So that now one would not look at life again and read it as one reads in a book, and learn its constituents as one learns lists; all this learning in the brain, and never in the blood was ended. One could really learn only by being, by awakening gradually to more and more consciousness, and consciousness is born and bred and developed in the whole body and not only in the mind where ideas about life isolate themselves and leave the heart and soul to lapse inert and fade away. Yet never to cease watching was imperative also; to be aware, to notice and observe, and to realize the form and color of all, the action and the result of action, letting the substance create the picture our of abstract consciousness, being always oneself the actor and at the same time the observer, without whom no picture can exist.
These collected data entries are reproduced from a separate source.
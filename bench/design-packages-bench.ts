// `npm run bench` (part): the packages the product's design names beside the project's own code where
// that code stays — the same inputs, medians of the time and how far the answers differ — so that the
// reason recorded in DEVELOPERS.md ("Design packages") is a measurement anyone can repeat.
//   Savitzky–Golay smoothing: ml-savitzky-golay against signal/savitzky-golay.ts (SciPy-style edges).
//   Modified-polynomial continuum: ml-regression-polynomial refitted per pass against our Legendre
//     basis built once (signal/modified-polynomial-baseline.ts).
//   Theil–Sen of the noise profile (256 blocks): ml-regression-theil-sen against the pairwise slopes
//     and xMedian of signal/theil-sen-line.ts (the noise profile's).
import mlSavitzkyGolay from "ml-savitzky-golay";
import { PolynomialRegression } from "ml-regression-polynomial";
import { TheilSenRegression } from "ml-regression-theil-sen";
import { makeRandom } from "../lib/spectrum/statistics/make-random";
import { modifiedPolynomialBaseline } from "../lib/spectrum/signal/modified-polynomial-baseline";
import { savitzkyGolay } from "../lib/spectrum/signal/savitzky-golay";
import { theilSenLine } from "../lib/spectrum/signal/theil-sen-line";

const json = process.argv.includes("--json");

function median(values: number[]): number {
  const sorted = values.slice().sort((a, b) => a - b);
  const mid = sorted.length >> 1;
  return sorted.length % 2 ? sorted[mid] : (sorted[mid - 1] + sorted[mid]) / 2;
}

function time(run: () => unknown, reps: number): number {
  for (let i = 0; i < 3; i++) run();
  const samples: number[] = [];
  for (let i = 0; i < reps; i++) {
    const start = process.hrtime.bigint();
    run();
    samples.push(Number(process.hrtime.bigint() - start) / 1e6);
  }
  return median(samples);
}

/** A sample-like signal: a sloping continuum, a few lines, noise. */
function signal(points: number): { x: Float64Array; y: Float64Array } {
  const random = makeRandom(points);
  const x = new Float64Array(points);
  const y = new Float64Array(points);
  for (let i = 0; i < points; i++) {
    const u = i / (points - 1);
    x[i] = 350 + 550 * u;
    let value = 400 + 300 * u - 200 * u * u;
    for (const [centre, height] of [
      [0.2, 900],
      [0.45, 2500],
      [0.7, 600],
    ])
      value += height * Math.exp(-((((u - centre) * points) / 3) ** 2));
    y[i] = value + 5 * random.normal();
  }
  return { x, y };
}

/** The largest difference between two answers away from the first and last `edge` samples. */
function interiorDifference(a: ArrayLike<number>, b: ArrayLike<number>, edge: number): number {
  let worst = 0;
  for (let i = edge; i < a.length - edge; i++) worst = Math.max(worst, Math.abs(a[i] - b[i]));
  return worst;
}

/** The modified-polynomial continuum with ml-regression-polynomial refitted on every pass. */
function modifiedPolynomialWithPackage(
  x: Float64Array,
  y: Float64Array,
  degree: number,
  maxIterations = 100,
  tolerance = 0.001,
): Float64Array {
  const n = x.length;
  // The same mapping to [−1, 1] as ours, so that raw powers stay well conditioned.
  const u = Array.from(x, (v) => (2 * (v - x[0])) / (x[n - 1] - x[0]) - 1);
  const working = Array.from(y);
  let fit = new Float64Array(n);
  for (let iteration = 0; iteration < maxIterations; iteration++) {
    const model = new PolynomialRegression(u, working, degree);
    const next = new Float64Array(n);
    let changeSquares = 0;
    let fitSquares = 0;
    for (let i = 0; i < n; i++) {
      const value = model.predict(u[i]);
      next[i] = value;
      changeSquares += (value - fit[i]) ** 2;
      fitSquares += value * value;
      if (working[i] > value) working[i] = value;
    }
    fit = next;
    if (iteration > 0 && changeSquares <= tolerance * tolerance * fitSquares) break;
  }
  return fit;
}

interface Row {
  name: string;
  points: number;
  oursMs: number;
  packageMs: number;
  difference: string;
}

function main(): void {
  const rows: Row[] = [];
  for (const points of [4096, 65_536]) {
    const { x, y } = signal(points);
    const reps = points > 10_000 ? 20 : 100;
    const windowSize = 11;
    const ours = savitzkyGolay(y, { windowSize, polynomial: 2 });
    const theirs = mlSavitzkyGolay(Array.from(y), 1, {
      windowSize,
      derivative: 0,
      polynomial: 2,
      pad: "pre",
      padValue: "replicate",
    });
    rows.push({
      name: "Savitzky–Golay, window 11, quadratic",
      points,
      oursMs: time(() => savitzkyGolay(y, { windowSize, polynomial: 2 }), reps),
      packageMs: time(
        () =>
          mlSavitzkyGolay(Array.from(y), 1, {
            windowSize,
            derivative: 0,
            polynomial: 2,
            pad: "pre",
            padValue: "replicate",
          }),
        reps,
      ),
      difference: `interior ${interiorDifference(ours, theirs, windowSize).toExponential(1)}, edges ${interiorDifference(
        ours.subarray(0, windowSize),
        theirs.slice(0, windowSize),
        0,
      ).toFixed(2)} counts`,
    });

    const baseline = modifiedPolynomialBaseline(x, y, { degree: 3 });
    const packaged = modifiedPolynomialWithPackage(x, y, 3);
    rows.push({
      name: "modified-polynomial continuum, cubic",
      points,
      oursMs: time(() => modifiedPolynomialBaseline(x, y, { degree: 3 }), reps),
      packageMs: time(() => modifiedPolynomialWithPackage(x, y, 3), Math.max(5, reps / 4)),
      difference: `${interiorDifference(baseline, packaged, 0).toExponential(1)} counts`,
    });
  }

  // 256 blocks (the noise profile's most) of level and variance: shot noise on a continuum plus odd blocks.
  const random = makeRandom(256);
  const level = Float64Array.from({ length: 256 }, (_, b) => 200 + 20 * b + random.uniform());
  const variance = Float64Array.from(
    level,
    (l, b) => 25 + 1.1 * l * (1 + 0.1 * random.normal()) + (b % 17 === 0 ? 5000 : 0),
  );
  const ours = theilSenLine(level, variance)!;
  const theirs = new TheilSenRegression(Array.from(level), Array.from(variance));
  rows.push({
    name: "Theil–Sen of the noise profile, 256 blocks",
    points: 256,
    oursMs: time(() => theilSenLine(level, variance), 50),
    packageMs: time(() => new TheilSenRegression(Array.from(level), Array.from(variance)), 50),
    difference: `slope ${Math.abs(ours.slope - theirs.slope).toExponential(1)}, intercept ${Math.abs(
      ours.intercept - theirs.intercept,
    ).toExponential(
      1,
    )} (even count: the package takes the lower middle value, ours the mean of both)`,
  });

  if (json) {
    console.log(JSON.stringify({ designPackages: rows }));
    return;
  }
  console.log("\nThe design's packages beside our code (medians, ms):");
  console.log(
    `${"stage".padEnd(44)} ${"points".padStart(7)} ${"ours".padStart(8)} ${"package".padStart(8)}  difference`,
  );
  for (const r of rows)
    console.log(
      `${r.name.padEnd(44)} ${String(r.points).padStart(7)} ${r.oursMs.toFixed(3).padStart(8)} ${r.packageMs.toFixed(3).padStart(8)}  ${r.difference}`,
    );
}

main();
— Mabel Dodge Luhan, Edge of Taos Desert: An Escape to Reality, 314-315
A couple nights ago I had the experience of beginning to draw landscape– that is, I had a vision of doing it. My pen began to create in three dimensions, to pull dimensionality from the flat paper into sculpture. Then my pen began to trace upon my own body and I myself was drawn into the living sculpture. I was part of the art while at the same time observing the process. Reading this passage (along with other awakenings of perception that Mabel describes) at last articulates what it is I long for. No wonder I was beckoned toward Taos, and specifically, back to the Mabel Dodge Luhan House!